Work task
Search each line below for "True", then return the lines where it appears.

........

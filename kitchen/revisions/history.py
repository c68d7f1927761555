"""The history of a series' revisions: the log as a table and in words, each row with
its status (in force, withdrawn, a withdrawal).
"""

from __future__ import annotations

import pandas as pd

from .log import LOG_COLUMNS, WITHDRAW

__all__ = ["history_table", "format_history"]


def history_table(revisions) -> pd.DataFrame:
    """The log as a table, with each row's ``status``: in force, withdrawn by…, withdraws…."""
    withdrawn_by = {r.withdraws: r.id for r in revisions if r.action == WITHDRAW}
    rows = []
    for revision in revisions:
        row = {name: getattr(revision, name) for name in LOG_COLUMNS}
        if revision.action == WITHDRAW:
            row["status"] = f"withdraws {revision.withdraws}"
        elif revision.id in withdrawn_by:
            row["status"] = f"withdrawn by {withdrawn_by[revision.id]}"
        else:
            row["status"] = "in force"
        rows.append(row)
    frame = pd.DataFrame(rows, columns=[*LOG_COLUMNS, "status"])
    frame["reading_row"] = frame["reading_row"].astype("Int64")
    return frame


def format_history(revisions) -> str:
    """The log in words, one line a row: id, when, who, status, change, reason."""
    if not revisions:
        return "no revisions"
    table = history_table(revisions)
    columns = {
        "id": table["id"],
        "when": table["when"],
        "who": table["who"].replace("", "-"),
        "status": table["status"],
        "change": [revision.describe() for revision in revisions],
        "reason": table["reason"],
    }
    widths = {name: max(len(name), *map(len, map(str, v))) for name, v in columns.items()}
    lines = ["  ".join(name.ljust(widths[name]) for name in columns).rstrip()]
    for values in zip(*columns.values(), strict=True):
        cells = (str(v).ljust(widths[name]) for name, v in zip(columns, values, strict=True))
        lines.append("  ".join(cells).rstrip())
    return "\n".join(lines)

........

Worked solution
    for values in zip(*columns.values(), strict=True):
        cells = (str(v).ljust(widths[name]) for name, v in zip(columns, values, strict=True))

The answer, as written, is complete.